Wednesday, October 22, 2025
Wednesday, October 22, 2025

Crude oil market pricing for major hit

By Clyde Russell

LAUNCESTON, Australia- The crude oil market is increasingly pricing for a major hit to demand from the coronavirus epidemic in China, but there are still factors suggesting the worst case scenario may be avoided.

To see that, it is important to distinguish between China’s crude oil consumption and its level of imports.

It’s entirely possible China’s crude oil and refined product consumption will be hit hard by the economic slowdown likely to result from the spread of the Wuhan coronavirus.

Most market analysts expect a drop in consumption of anywhere between 250,000 barrels per day (bpd) and 500,000 bpd, with jet kerosene likely to be the fuel product most affected as airlines cut back on schedules to and from China.

A scarier figure of 3 million bpd of lost demand was cited on Monday by Bloomberg News, which said the coronavirus that has now killed more than 400 people, has squeezed China’s economy to the point that 20 percent of daily crude oil demand has evaporated.

But even if Chinese fuel consumption does fall sharply, it doesn’t necessarily translate into an equal decline in the level of crude oil imports.

China is still building commercial and strategic stockpiles and it may choose to add to these storages at a faster pace, rather than cut back substantially on imports.

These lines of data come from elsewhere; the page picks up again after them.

// The dry limit from the air: the Kelvin equation with the given humidity and temperature
// (forcing/dry_limit.hpp). Exclusive with an explicit dry_limit head.
void read_dry_limit_from_air(const SiteTable& surface, SiteSetup& site) {
  const bool humidity = surface.has("dry_limit_air_humidity");
  const bool temperature = surface.has("dry_limit_air_temperature");
  if (!humidity && !temperature) return;
  if (surface.has("dry_limit"))
    surface.fail("dry_limit_air_humidity", "give either dry_limit or the air humidity and temperature, not both");
  if (!humidity) surface.fail("dry_limit_air_temperature", "needs dry_limit_air_humidity beside it");
  if (!temperature) surface.fail("dry_limit_air_humidity", "needs dry_limit_air_temperature beside it");
  const double fraction = surface.quantity("dry_limit_air_humidity", base::Dimension::water_content);
  if (!(fraction > 0 && fraction < 1))
    surface.fail("dry_limit_air_humidity", "must lie strictly between 0 and 100 %, e.g. \"45 %\"");
  site.dry_limit_head_cm = forcing::dry_limit_head_from_humidity(
      fraction, surface.quantity("dry_limit_air_temperature", base::Dimension::temperature));
}

void read_numerics(const SiteTable& root, SiteSetup& site) {
  if (const auto grid = root.subtable("grid")) {
    static constexpr std::array<std::string_view, 3> keys = {"surface_cell", "growth_factor", "max_cell"};
    grid->only_keys(keys);
    site.grid.surface_cell_cm =
        grid->optional_quantity("surface_cell", base::Dimension::length).value_or(site.grid.surface_cell_cm);
    site.grid.growth_factor = grid->optional_number("growth_factor").value_or(site.grid.growth_factor);
    site.grid.max_cell_cm =
        grid->optional_quantity("max_cell", base::Dimension::length).value_or(site.grid.max_cell_cm);
    if (!(site.grid.surface_cell_cm > 0)) grid->fail("surface_cell", "must be positive");
    if (!(site.grid.growth_factor >= 1 && site.grid.growth_factor <= 2))
      grid->fail("growth_factor", "must lie in [1, 2]");
    if (!(site.grid.max_cell_cm >= site.grid.surface_cell_cm)) grid->fail("max_cell", "must be at least surface_cell");
  }
  if (const auto surface = root.subtable("surface")) {
    static constexpr std::array<std::string_view, 4> keys = {"dry_limit", "max_ponding", "dry_limit_air_humidity",
                                                             "dry_limit_air_temperature"};
    surface->only_keys(keys);
    site.dry_limit_head_cm =
        surface->optional_quantity("dry_limit", base::Dimension::pressure_head).value_or(site.dry_limit_head_cm);
    read_dry_limit_from_air(*surface, site);
    site.max_ponded_depth_cm = surface->optional_quantity("max_ponding", base::Dimension::length).value_or(0.0);
    if (!(site.dry_limit_head_cm < 0))
      surface->fail("dry_limit", "must be a negative pressure head, e.g. \"-1500 kPa\"");
    if (site.max_ponded_depth_cm < 0) surface->fail("max_ponding", "must not be negative");
  }
  if (const auto solver = root.subtable("solver")) {
    static constexpr std::array<std::string_view, 6> keys = {"relative_tolerance", "storage_tolerance",
                                                             "head_tolerance",     "max_step",
                                                             "face_conductivity",  "specific_storage"};
    solver->only_keys(keys);
    auto& s = site.settings;
    s.relative_tolerance = solver->optional_number("relative_tolerance").value_or(s.relative_tolerance);
    s.absolute_tolerance_storage_cm = solver->optional_quantity("storage_tolerance", base::Dimension::length)
                                          .value_or(s.absolute_tolerance_storage_cm);
    s.head_tolerance_cm =
        solver->optional_quantity("head_tolerance", base::Dimension::length).value_or(s.head_tolerance_cm);
    s.max_step_days = solver->optional_quantity("max_step", base::Dimension::time).value_or(s.max_step_days);
    if (!(s.relative_tolerance > 0 && s.relative_tolerance < 0.1))
      solver->fail("relative_tolerance", "must lie in (0, 0.1)");
    if (!(s.absolute_tolerance_storage_cm > 0)) solver->fail("storage_tolerance", "must be positive");
    if (!(s.head_tolerance_cm > 0)) solver->fail("head_tolerance", "must be positive");
    if (!(s.max_step_days > 0)) solver->fail("max_step", "must be positive");
    site.specific_storage_per_cm = solver->optional_quantity("specific_storage", base::Dimension::inverse_length)
                                       .value_or(site.specific_storage_per_cm);
    if (!(site.specific_storage_per_cm > 0 && site.specific_storage_per_cm < 0.01)) {
      solver->fail("specific_storage", "must lie in (0, 0.01) 1/cm");
    }
    static constexpr std::array<std::string_view, 4> means = {"arithmetic", "geometric", "harmonic", "integral"};
    if (const auto mean = solver->optional_choice("face_conductivity", means)) {
      site.face_conductivity = *mean == "integral"    ? solver::FaceConductivity::integral
                               : *mean == "harmonic"  ? solver::FaceConductivity::harmonic
                               : *mean == "geometric" ? solver::FaceConductivity::geometric
                                                      : solver::FaceConductivity::arithmetic;
    }
  }
}

}  // namespace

A better way to look to look at China’s crude oil demand is to add together domestic consumption, inventory flows and the export of refined products.

There is a fair degree of certainty that domestic consumption will be lower, but still considerable uncertainty as to how much the decline will be.

There are reports of Chinese crude traders seeking to defer March-loading cargoes, and major refiner Sinopec 600028.SS as well as smaller processors, are planning to cut throughout. Reuters reported on Monday that Sinopec will trim 600,000 bpd of its processing, about 12 percent of its capacity, this month.

Exports of refined products may offer Chinese refiners a way of getting rid of excess production, but it should be kept in mind they can only ship out what their quotas will allow.

What this means is there is a cap on exports of refined products, unless the authorities decide to issue more quotas.

Another uncertainty is whether China will take the opportunity of weaker domestic consumption to build its strategic petroleum reserve (SPR) faster and at a lower price.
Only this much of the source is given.